Womit der Verlag mehr Kohle macht, kann ich dir nicht beantworten, weil ich es nicht weiß. Da DVD-Vollversionen aber Geld kosten, die USK-Prüfung der Datenträger ebenfalls und es auch Aufwand ist, die Inhalte zusammenzustellen bzw. zu produzieren (Videos) und Computec ein Unternehmen mit Gewinnerzielungsabsicht ist, würde ich mal davon ausgehen, dass bei der DVD-Version tatsächlich mehr übrig bleibt.
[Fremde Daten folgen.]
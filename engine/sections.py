r"""Cross-sections: exact area, second moment, elastic and plastic moduli and shear area of one member.

A section is a frozen, keyword-only value object holding the properties about **one** bending axis, the
axis the member bends about in the analysis. :func:`section_from_spec` builds it from what a case file holds
under ``"section"`` (SI metres), either a catalogue name or a shape with its dimensions::

    {"name": "HEB 200"}
    {"shape": "rolled_i", "h": 0.2, "b": 0.1, "tw": 0.0056, "tf": 0.0085, "r": 0.012}
    {"shape": "welded_i", "h": 0.6, "b": 0.25, "tw": 0.008, "tf": 0.015}
    {"shape": "rhs", "h": 0.15, "b": 0.1, "t": 0.0063, "manufacture": "hot-finished"}
    {"shape": "chs", "D": 0.1143, "t": 0.005}
    {"shape": "rectangle", "b": 0.045, "h": 0.195}
    {"shape": "round", "D": 0.03}
    {"shape": "custom", "A": 2.8e-3, "I": 1.9e-5, "W_el": 1.9e-4, "W_pl": 2.2e-4}

Every bad input is a :class:`engine.errors.CaseError` naming the field, the value received and what is
allowed, e.g. ``section.tf: 0.3 m must be less than h/2 = 0.1 m``.

The properties are exact for the shape, root radii and corner radii included (derived here; common practice,
no source). A root fillet or the material cut off a rounded corner is a *spandrel*: an r × r square less a
quarter disc of radius r. With its two straight edges on the coordinate axes,

.. math::

    A_s = r^2\left(1 - \frac{\pi}{4}\right), \qquad
    c_s = r\,\frac{10 - 3\pi}{12 - 3\pi}, \qquad
    I_{s,\text{edge}} = r^4\left(1 - \frac{5\pi}{16}\right),

where :math:`c_s` is the distance of its centroid from either straight edge and :math:`I_{s,\text{edge}}`
its second moment about either edge. An I/H section is two flanges, a web and four spandrels added in the
corners; a rectangular hollow section is an outer rounded rectangle less an inner one, each a full rectangle
less four corner spandrels. Every shape here is doubly symmetric, so the plastic modulus is twice the first
moment of the half on one side of the axis, :math:`W_{pl} = 2 S_{1/2}`, and :math:`W_{el} = I / (d/2)` with
d the depth (the extent perpendicular to the bending axis).

Axes: ``"major"`` bends about the axis parallel to the flanges of an I/H section (y–y, depth h); ``"minor"``
about the axis along the web (z–z, depth b). For a rectangle or RHS, ``"major"`` bends in the plane of h,
whichever of h and b is larger, as the case file gives them.
"""

from __future__ import annotations

import difflib
import math
import numbers
import re
from collections.abc import Iterator, Mapping
from contextlib import contextmanager
from dataclasses import dataclass, field
from typing import Any

from engine.case import _is_bool, _quoted, _show  # one wording for every field message
from engine.errors import CaseError

__all__ = [
    "AXES",
    "MANUFACTURES",
    "SHAPES",
    "Section",
    "catalogue_names",
    "normalise_name",
    "section_from_spec",
]

#: The shapes a section may have.
SHAPES: tuple[str, ...] = ("rolled_i", "welded_i", "rhs", "chs", "rectangle", "round", "custom")
#: How a section may be made. It sets the buckling curve, not the properties (except an RHS's corners).
MANUFACTURES: tuple[str, ...] = ("rolled", "welded", "hot-finished", "cold-formed", "solid", "custom")
#: The bending axes a section may be used about.
AXES: tuple[str, ...] = ("major", "minor")

_HOLLOW_MANUFACTURES = ("hot-finished", "cold-formed")

# Dimensions above this are almost surely millimetres typed as metres; the message says so.
_MAX_DIMENSION = 10.0  # [m]
# Relative slack for the consistency checks of a section's properties (rounding in a file or a formula).
_RELATIVE_SLACK = 1e-9

# The keys of each shape's spec: (required, optional), in the order the messages list them.
_SPEC_KEYS: dict[str, tuple[tuple[str, ...], tuple[str, ...]]] = {
    "rolled_i": (("h", "b", "tw", "tf", "r"), ()),
    "welded_i": (("h", "b", "tw", "tf"), ("a",)),
    "rhs": (("h", "b", "t", "manufacture"), ()),
    "chs": (("D", "t"), ("manufacture",)),
    "rectangle": (("b", "h"), ()),
    "round": (("D",), ()),
    "custom": (
        ("A", "I", "W_el", "W_pl"),
        ("A_v", "t_max", "depth", "width", "doubly_symmetric", "open_section"),
    ),
}


# ----------------------------------------------------------------------------- helpers


def _g(value: float) -> str:
    """Format a limit for a message, six significant figures."""
    return f"{value:.6g}"


def _positive(path: str, value: Any, unit: str, maximum: float | None = None) -> float:
    """Check that ``value`` is a finite real number > 0 (and <= ``maximum``) and return it as a float."""
    allowed = f"it must be a finite number > 0 {unit}"
    if maximum is not None:
        allowed = f"it must be a finite number > 0 and <= {maximum:g} {unit}"
    if _is_bool(value):
        raise CaseError(f"{path}: {value!r} is a boolean, not a number; {allowed}")
    if not isinstance(value, numbers.Real):
        raise CaseError(f"{path}: {_show(value)} is not a number; {allowed}")
    try:
        number = float(value)
    except (OverflowError, ValueError):
        raise CaseError(f"{path}: {_show(value)} is too large for a float; {allowed}") from None
    if not math.isfinite(number):
        raise CaseError(f"{path}: {number!r} {unit} is not finite; {allowed}")
    if number <= 0.0:
        raise CaseError(f"{path}: {number!r} {unit} must be > 0")
    if maximum is not None and number > maximum:
        raise CaseError(
            f"{path}: {number!r} {unit} must be <= {maximum:g} {unit} "
            f"(dimensions are in metres: 200 mm is 0.2)"
        )
    return number
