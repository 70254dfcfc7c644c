"""Intermediate restraints, hinges and steps in EI (issue 16): the case keys, the exact solution with the
restraints' reactions, the critical loads by Wittrick–Williams and the refusal of mechanisms.

Every number below is checked against a source named beside it; lengths, stiffnesses and loads are invented.
"""

import math

import numpy as np
import pytest
from hypothesis import given, settings
from hypothesis import strategies as st
from scipy.optimize import brentq

import engine
from engine.restraints import Restraint, Step

L = 6.0  # [m], invented
EI = 4.2e6  # [N·m²], invented
q = 2.5e3  # [N/m], invented


def _case(restraints=(), steps=(), left="pinned", right="pinned", P=0.0, loads=None, **extra):
    data = {
        "length": L,
        "EI": EI,
        "supports": {"left": left, "right": right},
        "axial_force": P,
        "loads": [{"type": "uniform", "q": q}] if loads is None else loads,
        "restraints": list(restraints),
        "steps": list(steps),
    }
    data.update(extra)
    return engine.Case.from_dict(data)


# ------------------------------------------------------------------------------------------- case keys


def test_round_trip_and_defaults():
    case = _case(
        [
            {"x": 2.0, "translation": 5e6, "rotation": "fixed"},
            {"x": 4.0, "translation": "fixed", "hinge": True},
        ],
        [{"x": 3.0, "EI": 2e6}],
    )
    assert case.restraints[0] == Restraint(x=2.0, translation=5e6, rotation="fixed")
    assert case.steps == (Step(x=3.0, EI=2e6),)
    assert engine.Case.from_dict(case.to_dict()) == case
    assert "restraints" not in _case().to_dict()


@pytest.mark.parametrize(
    ("restraint", "message"),
    [
        ({"x": 7.0, "translation": "fixed"}, "restraints[0].x: 7.0 m lies outside"),
        ({"x": 0.0, "translation": "fixed"}, "restraints[0].x: 0.0 m lies outside"),
        ({"x": 3.0, "translation": "rigid"}, "restraints[0].translation: 'rigid' is not a restraint"),
        ({"x": 3.0, "translation": -1.0}, "restraints[0].translation: -1.0 N/m must be >= 0"),
        ({"x": 3.0}, "restrains nothing"),
        (
            {"x": 3.0, "hinge": True, "rotation": 1e5},
            "restraints[0].rotation: 100000.0 is not allowed with a hinge",
        ),
        ({"x": 3.0, "translation": "fixed", "plane": "third"}, "restraints[0].plane: 'third' is not a plane"),
        (
            {"x": 3.0, "translation": "fixed", "plane": "second"},
            "restraints[0].plane: 'second' is not allowed",
        ),
        ({"x": 3.0, "translation": "fixed", "spring": 1}, "restraints[0]: unknown key 'spring'"),
        ({"translation": "fixed"}, "restraints[0].x: required key is missing"),
    ],
)
def test_restraint_errors_name_field_value_and_range(restraint, message):
    with pytest.raises(
        engine.CaseError, match=message.replace("[", r"\[").replace("]", r"\]").replace("(", r"\(")
    ):
        _case([restraint])


def test_step_errors():
    with pytest.raises(engine.CaseError, match=r"steps\[0\].EI: 0.0 N·m² must be >= 0.001"):
        _case(steps=[{"x": 3.0, "EI": 0.0}])
    with pytest.raises(engine.CaseError, match=r"steps\[1\].x: 2.0 m must lie beyond"):
        _case(steps=[{"x": 3.0, "EI": 1e6}, {"x": 2.0, "EI": 1e6}])
    with pytest.raises(engine.CaseError, match=r"steps\[0\]\.EI: a step by EI needs a case that gives"):
        _case(steps=[{"x": 3.0, "EI": 1e6}], section={"name": "HEB 200"}, material={"name": "S355"})


def test_two_restraints_at_one_point_are_refused():
    with pytest.raises(engine.CaseError, match=r"restraints\[1\].x: 3.0 m repeats restraints\[0\]"):
        _case([{"x": 3.0, "translation": "fixed"}, {"x": 3.0, "rotation": "fixed"}])


@pytest.mark.parametrize(
    ("supports", "restraints", "names"),
    [
        # A hinge in a simply supported span: the two halves fold (common practice, no source).
        (("pinned", "pinned"), [{"x": 3.0, "hinge": True}], "restraints[0] (x = 3 m, a hinge)"),
        # A cantilever with a hinge and nothing beyond it.
        (("fixed", "free"), [{"x": 2.0, "hinge": True}], "restraints[0] (x = 2 m, a hinge)"),
        # Two hinges between two pins with one brace: the middle part swings.
        (
            ("pinned", "pinned"),
            [{"x": 2.0, "hinge": True}, {"x": 3.0, "translation": "fixed"}, {"x": 4.0, "hinge": True}],
            "hinge at restraints[0]",
        ),
    ],
)
def test_mechanisms_are_refused_naming_the_hinge(supports, restraints, names):
    with pytest.raises(engine.CaseError, match=re_escape(names)):
        _case(restraints, left=supports[0], right=supports[1])


def re_escape(text):
    import re

    return re.escape(text)


def test_restraints_make_a_stable_member_of_ends_that_cannot():
    # Free at both ends, held sideways at two inner points: stable (common practice, no source).
    case = _case(
        [{"x": 1.0, "translation": "fixed"}, {"x": 5.0, "translation": "fixed"}], left="free", right="free"
    )
    result = engine.solve(case)
    assert result.status == "stable"
    # Overhangs of 1 m on a 4 m span under q: reactions q·L/2 each by symmetry (statics).
    forces = [r.force for r in result.reactions.intermediate]
    assert forces == pytest.approx([-q * L / 2, -q * L / 2], rel=1e-12)


def test_presets_take_the_mode_shape_with_restraints():
    # A code bow between the ends does not fit a braced member: the preset's bow takes the first mode's shape
    # (EN 1993-1-1 §5.3.2(11), from memory), with the whole member's amplitude L/ratio (conservative).
    with pytest.raises(engine.CaseError, match="imperfection.preset: 'en1993-eq-5.9' is not available with"):
        _case(steps=[{"x": 3.0, "EI": 0.5 * EI}], imperfection={"preset": "en1993-eq-5.9", "curve": "b"})
    case = _case(
        [{"x": 2.0, "translation": "fixed"}], imperfection={"preset": "en1993-table-5.1", "curve": "b"}
    )
    result = engine.solve(case)
    assert result.bow.shape == "mode"
    assert abs(result.bow.amplitude) == pytest.approx(L / 250, rel=1e-12)  # Table 5.1, curve b, elastic
    # The mode is scaled at its refined extreme: no station exceeds the amplitude, the nearest one meets it.
    assert np.abs(result.initial_bow).max() == pytest.approx(L / 250, rel=1e-6)
    assert np.abs(result.initial_bow).max() <= L / 250 * (1 + 1e-12)
    shape = result.buckling.mode_shapes(result.x)[0]
    assert np.abs(result.initial_bow - result.bow.amplitude * shape).max() < 1e-12 * L


@pytest.mark.parametrize(
    "extra",
    [
        {"restraints": [{"x": 2.0, "translation": "fixed"}]},
        {"steps": [{"x": 4.0, "EI": 0.7 * EI}]},
        {"restraints": [{"x": 2.5, "translation": 2e6, "hinge": True}, {"x": 4.0, "rotation": 1e6}]},
        {
            "restraints": [{"x": 2.0, "translation": "fixed", "hinge": True}],
            "steps": [{"x": 3.0, "EI": 2 * EI}],
        },
        {"foundation": [{"start": 1.0, "end": 5.0, "k": 3e4}]},
    ],
)
def test_a_modal_bow_is_amplified_by_one_over_one_minus_n_over_ncr(extra):
    # A bow a·φ in the shape of the first mode, alone: w = a·N/(N_cr − N)·φ exactly (φ satisfies the equation
    # at N_cr and every condition; derived, and the classical amplification of a first-mode imperfection,
    # Timoshenko & Gere ch. 1, from memory).
    a, P = 0.02, 2e5
    case = _case(
        left="fixed", right="pinned", P=P, loads=[], imperfection={"shape": "mode", "amplitude": a}, **extra
    )
    result = engine.solve(case)
    pcr = result.critical_loads[0]
    expected = a * P / (pcr - P) * result.buckling.mode_shapes(result.x)[0]
    assert np.abs(result.deflection - expected).max() <= 1e-12 * np.abs(expected).max()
So rein logisch betrachtet.


----------



## BikeRider (2. März 2018)

RawMangoJuli schrieb:


> Uhh DRM Frei ... dann werd ich wohl mal wieder die mit DVD kaufen
> 
> macht ihr da eig mehr Gewinn oder nimmt sich das zur DVD-losen Variante nichts?



Bei mir wirds nächsten Mittwoch auch die DVD-Version.
Ich freue mich schon drauf.


----------



## cwtotal (4. März 2018)

Hi, also ich fand die Ausgabe 04/18 wirklich sehr gelungen. Ganz besonders die ‚Privat‘ Beiträge wie Carstens Umzug in das Hobbitgehoise, Manu‘s Röhrenradioschnitzerei und wirklich klasse war Raff‘s Vega FE Beitrag, weil sehr detailliert und schön lässig vom Schreibstil her. Alexandro‘s streaming Artikel war mal eine sehr interessante Abwechslung vom Thema her und auch sehr angenehm zu lesen weil sehr schön strukturiert und leicht verständlich geschrieben. Mehr Feedback in der Umfrage.


----------



## Meynti (4. März 2018)

Ich hab das Heft in der pcgh App gekauft, leider wird mir auch nach beenden/neustarten immer noch nur die Probeversion angezeigt, geht man erneut auf "Ausgabe kaufen " gibt er an das man dies schon getan hat.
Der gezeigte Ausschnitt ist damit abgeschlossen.